Questi i fatti in sintesi; l’esame degli studi sul Duomo dei due protagonisti della
vicenda chiariscono i motivi del dissidio scientifico: Beltrami legge il Duomo di Milano come
un organismo costruttivo che documenta la permanenza di caratteri propri della tradizione
lombardesca, dal punto di vista del dimensionamento geometrico, della concezione statica
studiata fin nei particolari, in alcune costanti distributive, Egli giunge ad elaborare una
spiegazione darwiniana dell’aspetto gotico dell’edificio, fatto decorativo, adattamento
all’ambiente (alla temperie culturale del tempo) di un organismo che non muta nei suoi
elementi costitutivi fondamentali. Un’idea di fondo, l’applicazione all’architettura
dell’evoluzionismo scientifico, che attenuerà nel tempo ma che si manterrà nella concezione
dell’architettura come di un fatto razionale, evolutivo, legato al complesso delle condizioni
sociali e culturali dell’ambiente in cui esso si produce. Una visione nella quale l’architetto
esprime una propria libertà soltanto in forma condizionata, l’opera di un artista, egli scrive, ha
origini individuali soltanto per una metà, per il resto è frutto delle condizioni ambientali. Non
a caso Beltrami difenderà la propria fronte trascurando del tutto le critiche formali ma
dimostrandone la fattibilità, che non è dato puramente tecnico ma dimostrazione del suo
essere in organica continuità con quanto esistente. Una qualità che si legge nella storia, che è
adesione al suo razionale svolgimento; un concetto in perfetta aderenza con le sue posizioni
politiche conservatrici. E’ interessante notare che si tratta esattamente quanto ebbe a
dichiarare Friedrich Schmidt durante i lavori della commissione del concorso di secondo
grado: egli ammira nel Beltrami la potenza di architetto ma deplora il suo attaccamento alla
storia, che ha fruttato concetti che non si accordano più con lo stato attuale del Duomo.

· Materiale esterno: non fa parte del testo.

#[cfg(test)]
mod tests {
    use super::*;
    use crate::numeric::unit_hash;

    /// A 2-D grid Laplacian with random bond conductances and a Dirichlet
    /// column on the left (its bonds add to the diagonal only).
    #[allow(clippy::needless_range_loop)]
    fn grid(m: usize) -> FineOperator {
        let n = m * m;
        let mut offsets = vec![0u32];
        let (mut nbr, mut thr, mut off) = (Vec::new(), Vec::new(), Vec::new());
        let mut diag = vec![0.0; n];
        let bond = |a: usize, b: usize| {
            let (lo, hi) = (a.min(b) as u64, a.max(b) as u64);
            10f64.powf(3.0 * unit_hash(1, lo, hi))
        };
        for i in 0..n {
            let (x, y) = (i % m, i / m);
            let mut nb = Vec::new();
            if x > 0 {
                nb.push(i - 1);
            }
            if x + 1 < m {
                nb.push(i + 1);
            }
            if y > 0 {
                nb.push(i - m);
            }
            if y + 1 < m {
                nb.push(i + m);
            }
            for j in nb {
                let g = bond(i, j);
                nbr.push(j as u32);
                thr.push(0);
                off.push(-g);
                diag[i] += g;
            }
            if x == 0 {
                diag[i] += bond(i, n + i);
            }
            offsets.push(nbr.len() as u32);
        }
        FineOperator {
            offsets,
            nbr,
            thr,
            diag,
            off,
            unknown: vec![true; n],
        }
    }

    #[test]
    fn v_cycle_is_a_symmetric_positive_definite_operator() {
        // CG requires a symmetric positive definite preconditioner
        // (Hestenes & Stiefel 1952); the V-cycle with equal pre- and
        // post-smoothing by Jacobi and a Galerkin coarse operator is one
        // (analytic property; checked here as uᵀM⁻¹v = vᵀM⁻¹u, uᵀM⁻¹u > 0).
        let f = grid(30);
        let n = f.diag.len();
        let methods = [
            Method::Classical,
            Method::SmoothedAggregation,
            Method::PlainAggregation,
        ];
        for (method, smoother) in methods
            .into_iter()
            .flat_map(|m| [(m, Smoother::Jacobi), (m, Smoother::GaussSeidel)])
        {
            let opts = AmgOptions {
                max_coarse: 10,
                method,
                smoother,
                ..AmgOptions::default()
            };
            let mut amg = Amg::build(&f, &opts);
            assert!(amg.n_levels() >= 3);
            let u: Vec<f64> = (0..n).map(|i| unit_hash(2, 0, i as u64) - 0.5).collect();
            let v: Vec<f64> = (0..n).map(|i| unit_hash(3, 0, i as u64) - 0.5).collect();
            let (mut mu, mut mv) = (vec![0.0; n], vec![0.0; n]);
            amg.apply(&f, &u, &mut mu);
            amg.apply(&f, &v, &mut mv);
            let a = super::super::sparse::dot(&v, &mu);
            let b = super::super::sparse::dot(&u, &mv);
            assert!((a - b).abs() <= 1e-10 * a.abs().max(b.abs()), "{a} vs {b}");
            assert!(super::super::sparse::dot(&u, &mu) > 0.0);
        }
    }
}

Al contrario in Boito prevale una lettura che senza negare un rapporto con la storia,
valorizza l’apporto personale dell’artista, l’interpretazione, il valore della forma; il senso
dell’architettura verso il fruitore: il Duomo è gotico perché suscita un sentimento che è tale.

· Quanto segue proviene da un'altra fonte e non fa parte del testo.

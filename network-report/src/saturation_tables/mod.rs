//! Saturation-function tables: a simulated curve made monotone and
//! resampled, written as CSV or as a water–oil saturation-function keyword
//! table, and read back.
//!
//! ## From a simulated curve to a table ([`build_table`])
//! A [`Curve`] holds `(Sw, krw, krn, Pc)` samples in process order
//! (drainage: Sw falling; imbibition: Sw rising). Simulated curves can be
//! slightly noisy or non-monotone (finite networks, trapping events), while
//! a reservoir simulator needs monotone tables. The steps, in order:
//!
//! 1. **Check** lengths (all equal, at least 2), finite values, `Sw ∈ [0, 1]`.
//! 2. **Sort** by increasing Sw (tables always run in increasing Sw; the
//!    process is kept only as a label). Steps of Sw against the process
//!    direction are counted in [`TableReport::n_sw_reversals`].
//! 3. **Merge** samples with equal Sw into one knot carrying their mean
//!    values and weight equal to their count.
//! 4. **Make monotone** by weighted isotonic regression, the
//!    pool-adjacent-violators algorithm ([`isotonic_non_decreasing`];
//!    Ayer et al. 1955, Ann. Math. Stat. 26:641–647; Barlow et al. 1972,
//!    *Statistical Inference under Order Restrictions*, Wiley): `krw`
//!    non-decreasing in Sw, `krn` and `Pc` non-increasing in Sw. It is the
//!    least-squares closest monotone sequence, so it changes only the
//!    violating stretches. Negative kr (solver round-off) are then raised to
//!    0, which keeps monotonicity.
//! 5. **End points.** The table spans exactly the sampled Sw range:
//!    `Sw_min` (drainage: Swc, the lowest Sw reached; imbibition: Swi, the
//!    start) to `Sw_max` (drainage: the starting Sw, normally 1; imbibition:
//!    1 − Snr, the highest Sw reached). Both are copied bit for bit from the
//!    data. Values at the ends are the monotone values there, no
//!    extrapolation, except:
//!    - `krn(Sw_max) = 0` when [`TableOptions::krn_zero_at_max_sw`] (default
//!      `true`): at the top of the table the non-wetting phase is residual
//!      (1 − Snr) or absent (Sw = 1) and does not flow.
//!    - `krw(Sw_min) = 0` when [`TableOptions::krw_zero_at_min_sw`] (default
//!      `false`: in angular pores the wetting phase at Swc stays connected
//!      through corner films and keeps a small conductance; set it when the
//!      wetting phase is disconnected there).
//!
//!    Both keep the columns monotone.
//! 6. **Resample** at `n_points` Sw values evenly spaced between the ends,
//!    by linear interpolation of the monotone knots (which preserves
//!    monotonicity).
//!
//! How much each step changed the data is reported in [`TableReport`],
//! measured at the original samples.
//!
//! ## Files
//! - CSV ([`write_csv`], [`parse_csv`]): header `sw,krw,krn,pc_pa`, numbers
//!   in shortest round-trip form (read back bit-exact).
//! - Keyword table ([`write_keyword_table`], [`parse_keyword_table`]): the
//!   four-column layout black-oil reservoir simulators read as a water–oil
//!   saturation function (keyword `SWOF` by default): columns Sw, krw, krow
//!   (oil relative permeability in the presence of water, here `krn`) and
//!   `Pc = Po − Pw` in bar, comment lines starting with `--`, the table
//!   ended by `/`. Sw with 6 decimals, the others with 7 significant digits.
//!
//! ## Files
//! This file holds the table types. [`build_table`] is in `build` (with the
//! regression in `isotonic`); the file formats are `csv_file` and
//! `keyword_file`, sharing row checks and number text in `file_rows`;
//! [`from_run`] makes the tables of a study run.

pub use self::build::build_table;
pub use self::csv_file::{CSV_HEADER, parse_csv, write_csv};
pub use self::isotonic::{isotonic_non_decreasing, isotonic_non_increasing};
pub use self::keyword_file::{
    KeywordTable, KeywordTableOptions, declared_units, parse_keyword_columns, parse_keyword_table,
    write_gas_water_tables, write_keyword_table,
};
pub use crate::error::TableError;

mod build;
mod csv_file;
mod file_rows;
pub mod from_run;
mod isotonic;
mod keyword_file;

/// Pascals per bar.
pub const PA_PER_BAR: f64 = 1.0e5;

/// The displacement process a curve comes from.
#[derive(Clone, Copy, Debug, PartialEq, Eq, Hash)]
pub enum Process {
    /// Drainage: the non-wetting phase invades, Sw falls.
    Drainage,
    /// Imbibition: the wetting phase invades, Sw rises.
    Imbibition,
}

impl Process {
    /// Lower-case name.
    pub fn as_str(self) -> &'static str {
        match self {
            Process::Drainage => "drainage",
            Process::Imbibition => "imbibition",
        }
    }
}

/// A simulated saturation-function curve, samples in process order.
#[derive(Clone, Copy, Debug)]
pub struct Curve<'a> {
    /// The process, which fixes the expected direction of Sw.
    pub process: Process,
    /// Water (wetting) saturation, fraction of pore volume.
    pub sw: &'a [f64],
    /// Wetting relative permeability (–).
    pub krw: &'a [f64],
    /// Non-wetting relative permeability (–).
    pub krn: &'a [f64],
    /// Capillary pressure `Po − Pw` (Pa).
    pub pc_pa: &'a [f64],
}

/// Options of [`build_table`].
#[derive(Clone, Copy, Debug, PartialEq)]
pub struct TableOptions {
    /// Number of table rows (≥ 2; with [`rows_at_samples`](Self::rows_at_samples)
    /// the most rows, before the row [`extend_to_sw_one`](Self::extend_to_sw_one)
    /// adds). Default 21.
    pub n_points: usize,
    /// Set `krw = 0` at the lowest Sw. Default `false`.
    pub krw_zero_at_min_sw: bool,
    /// Set `krn = 0` at the highest Sw. Default `true`.
    pub krn_zero_at_max_sw: bool,
    /// Rows at simulated samples, Pc only simulated values: equal-Sw
    /// samples keep the Pc of the first in process order (where that Sw was
    /// reached), Pc is made monotone by a running minimum from low Sw (every
    /// value stays one that was simulated), and the rows are the knots
    /// nearest to `n_points` evenly spaced Sw (no interpolation). Default
    /// `false`: Pc pooled by isotonic regression and rows interpolated on an
    /// even grid.
    pub rows_at_samples: bool,
    /// When the curve ends below Sw = 1, add a row at Sw = 1 with `krw` at
    /// its end point (the value at the highest simulated Sw), `krn = 0` and
    /// Pc held at its value there; a last Sw within 1e-9 of 1 (round-off)
    /// becomes 1 instead. Default `false`.
    pub extend_to_sw_one: bool,
    /// Pc (Pa) at the highest Sw, replacing the sampled value before Pc is
    /// made monotone: a drainage's entry pressure, so that the table keeps
    /// it at Sw = 1 instead of the 0 of the starting state. Default `None`.
    pub pc_at_max_sw: Option<f64>,
}

impl Default for TableOptions {
    fn default() -> Self {
        TableOptions {
            n_points: 21,
            krw_zero_at_min_sw: false,
            krn_zero_at_max_sw: true,
            rows_at_samples: false,
            extend_to_sw_one: false,
            pc_at_max_sw: None,
        }
    }
}

impl TableOptions {
    /// The conventions reservoir simulators expect (common practice): at
    /// most `n_points` rows at simulated samples, `krw = 0` at the lowest
    /// Sw (connate water), `krn = 0` at the highest, a row at Sw = 1, and
    /// `pc_at_max_sw` at the top (the drainage entry pressure).
    pub fn for_simulators(n_points: usize, pc_at_max_sw: Option<f64>) -> TableOptions {
        TableOptions {
            n_points,
            krw_zero_at_min_sw: true,
            krn_zero_at_max_sw: true,
            rows_at_samples: true,
            extend_to_sw_one: true,
            pc_at_max_sw,
        }
    }
}

/// The unit of capillary pressure in keyword tables.
#[derive(Clone, Copy, Debug, Default, PartialEq, Eq, Hash)]
pub enum TableUnits {
    /// bar (the unit of the METRIC deck unit system). Default.
    #[default]
    Bar,
    /// kPa (no common deck unit system uses it: convert before including).
    Kpa,
    /// psi (the unit of the FIELD deck unit system).
    Psi,
}

impl TableUnits {
    /// Pascals per unit: bar 1e5 (definition), kPa 1e3, psi
    /// 0.45359237 kg · 9.80665 m/s² / (0.0254 m)² = 6894.757293168361 Pa
    /// (definitions of the avoirdupois pound, standard gravity and the inch).
    pub fn pa_per_unit(self) -> f64 {
        match self {
            TableUnits::Bar => PA_PER_BAR,
            TableUnits::Kpa => 1.0e3,
            TableUnits::Psi => 0.453_592_37 * 9.806_65 / (0.0254 * 0.0254),
        }
    }

    /// The unit as written in files and accepted by `--table-units`.
    pub fn as_str(self) -> &'static str {
        match self {
            TableUnits::Bar => "bar",
            TableUnits::Kpa => "kPa",
            TableUnits::Psi => "psi",
        }
    }

    /// Parses `bar`, `kpa` or `psi` (any case).
    pub fn parse(s: &str) -> Option<TableUnits> {
        match s.to_ascii_lowercase().as_str() {
            "bar" => Some(TableUnits::Bar),
            "kpa" => Some(TableUnits::Kpa),
            "psi" => Some(TableUnits::Psi),
            _ => None,
        }
    }

    /// The deck unit system whose pressure unit this is, if any.
    pub fn deck_unit_system(self) -> Option<&'static str> {
        match self {
            TableUnits::Bar => Some("METRIC"),
            TableUnits::Kpa => None,
            TableUnits::Psi => Some("FIELD"),
        }
    }
}

/// Rows of a saturation-function table, increasing in Sw.
#[derive(Clone, Debug, PartialEq, Default)]
pub struct TableRows {
    /// Water saturation (fraction), strictly increasing.
    pub sw: Vec<f64>,
    /// Wetting relative permeability (–), non-decreasing.
    pub krw: Vec<f64>,
    /// Non-wetting relative permeability (–), non-increasing.
    pub krn: Vec<f64>,
    /// Capillary pressure (Pa), non-increasing.
    pub pc_pa: Vec<f64>,
}

impl TableRows {
    /// Number of rows.
    pub fn len(&self) -> usize {
        self.sw.len()
    }

    /// Whether there are no rows.
    pub fn is_empty(&self) -> bool {
        self.sw.is_empty()
    }
}

/// How much one column was changed, measured at the original samples
/// (final monotone value, before resampling, minus the input value).
#[derive(Clone, Copy, Debug, PartialEq, Default)]
pub struct Adjustment {
    /// Samples whose value changed.
    pub n_changed: usize,
    /// Largest absolute change.
    pub max_abs_change: f64,
    /// Root-mean-square change over all samples.
    pub rms_change: f64,
}

/// What [`build_table`] did to the data.
#[derive(Clone, Copy, Debug, PartialEq, Default)]
pub struct TableReport {
    /// Steps of Sw against the process direction in the input.
    pub n_sw_reversals: usize,
    /// Samples merged into an equal-Sw neighbour.
    pub n_merged: usize,
    /// Change of krw (isotonic regression, clamping, end point).
    pub krw: Adjustment,
    /// Change of krn (isotonic regression, clamping, end point).
    pub krn: Adjustment,
    /// Change of Pc (isotonic regression), in Pa.
    pub pc_pa: Adjustment,
}

/// A monotone, resampled saturation-function table.
#[derive(Clone, Debug, PartialEq)]
pub struct SatTable {
    /// The process the curve came from.
    pub process: Process,
    /// The rows.
    pub rows: TableRows,
    /// What was changed to make the rows monotone.
    pub report: TableReport,
}

#[cfg(test)]
mod tests;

Non è trascurabile nell’esame di questa sostanziale divergenza esaminare l’espressione
verbale e letteraria dei due, narratori di qualità notevolissime: il primo, oratore di ammirate
capacità persuasive, di grande fascino unanimemente riconosciuto, è romantico autore di
storie passionali ed intime; il secondo, impacciato nella parola, scrittore di stile manzoniano,
ammirato da Pascoli, è pacato e convincente narratore di storia, e quella dell’arte non è mai
fatto a sé, autore di racconti che in veste di esposizione di fatti immaginati nelle circostanze
ma reali nella sostanza, propongono, con un certo successo, lezioni politiche, come ben
avvertì, condannandole, Antonio Gramsci.
Due caratteri antitetici, due visioni lontane, e tuttavia, ma il qui discorso si aprirebbe
ad altre considerazioni, il “romantico” tentò di elaborare regole stringenti per il restauro
architettonico, sottraendolo quindi all’ambito della creatività artistica; il “razionale” lo tacciò
di burocratismo applicato all’architettura e rivendicò la liberà dalle regole astratte perché
soltanto nella lettura storica l’architetto poteva e doveva trovare le implicite linee di
svolgimento futuro della vita della fabbrica.

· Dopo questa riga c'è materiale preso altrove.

//! Weighted isotonic regression by the pool-adjacent-violators algorithm,
//! the step of the builder that makes a column monotone.

/// Weighted isotonic regression (pool-adjacent-violators; Ayer et al.
/// 1955): the non-decreasing sequence `z` minimising `Σ w_i (z_i − y_i)²`.
///
/// `y` and `w` have equal lengths; weights must be positive (a shorter `w`
/// or a non-positive weight is treated as weight 1).
pub fn isotonic_non_decreasing(y: &[f64], w: &[f64]) -> Vec<f64> {
    // Blocks of pooled values: (weighted sum, total weight, count).
    let mut blocks: Vec<(f64, f64, usize)> = Vec::with_capacity(y.len());
    for (i, &v) in y.iter().enumerate() {
        let wi = w.get(i).copied().filter(|x| *x > 0.0).unwrap_or(1.0);
        blocks.push((wi * v, wi, 1));
        while blocks.len() >= 2 {
            let b = blocks[blocks.len() - 1];
            let a = blocks[blocks.len() - 2];
            if a.0 / a.1 > b.0 / b.1 {
                blocks.pop();
                let last = blocks.len() - 1;
                blocks[last] = (a.0 + b.0, a.1 + b.1, a.2 + b.2);
            } else {
                break;
            }
        }
    }
    let mut out = Vec::with_capacity(y.len());
    for (s, wt, c) in blocks {
        out.extend(std::iter::repeat_n(s / wt, c));
    }
    out
}

/// Weighted isotonic regression onto non-increasing sequences (the
/// non-decreasing regression of `−y`, negated).
pub fn isotonic_non_increasing(y: &[f64], w: &[f64]) -> Vec<f64> {
    let neg: Vec<f64> = y.iter().map(|v| -v).collect();
    isotonic_non_decreasing(&neg, w)
        .into_iter()
        .map(|v| -v)
        .collect()
}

Un contrasto che Gaetano Moretti, collaboratore ed allievo di Beltrami ma estimatore
anche di Boito, nel necrologio del primo lo indicò, forse esagerandone l’influenza, come colui
che aveva sconfitto in Lombardia la tendenza romantica in architettura, quel neo
medievalismo a cui Boito si appellava. Apparentemente comune la condanna del
neoclassicismo, ma anche in questo caso una divergenza di fondo: per Boito l’atteggiamento
di un romantico neomedievalista, per Beltrami la valutazione del fenomeno come una
interpretazione ristretta dei valori del classicismo.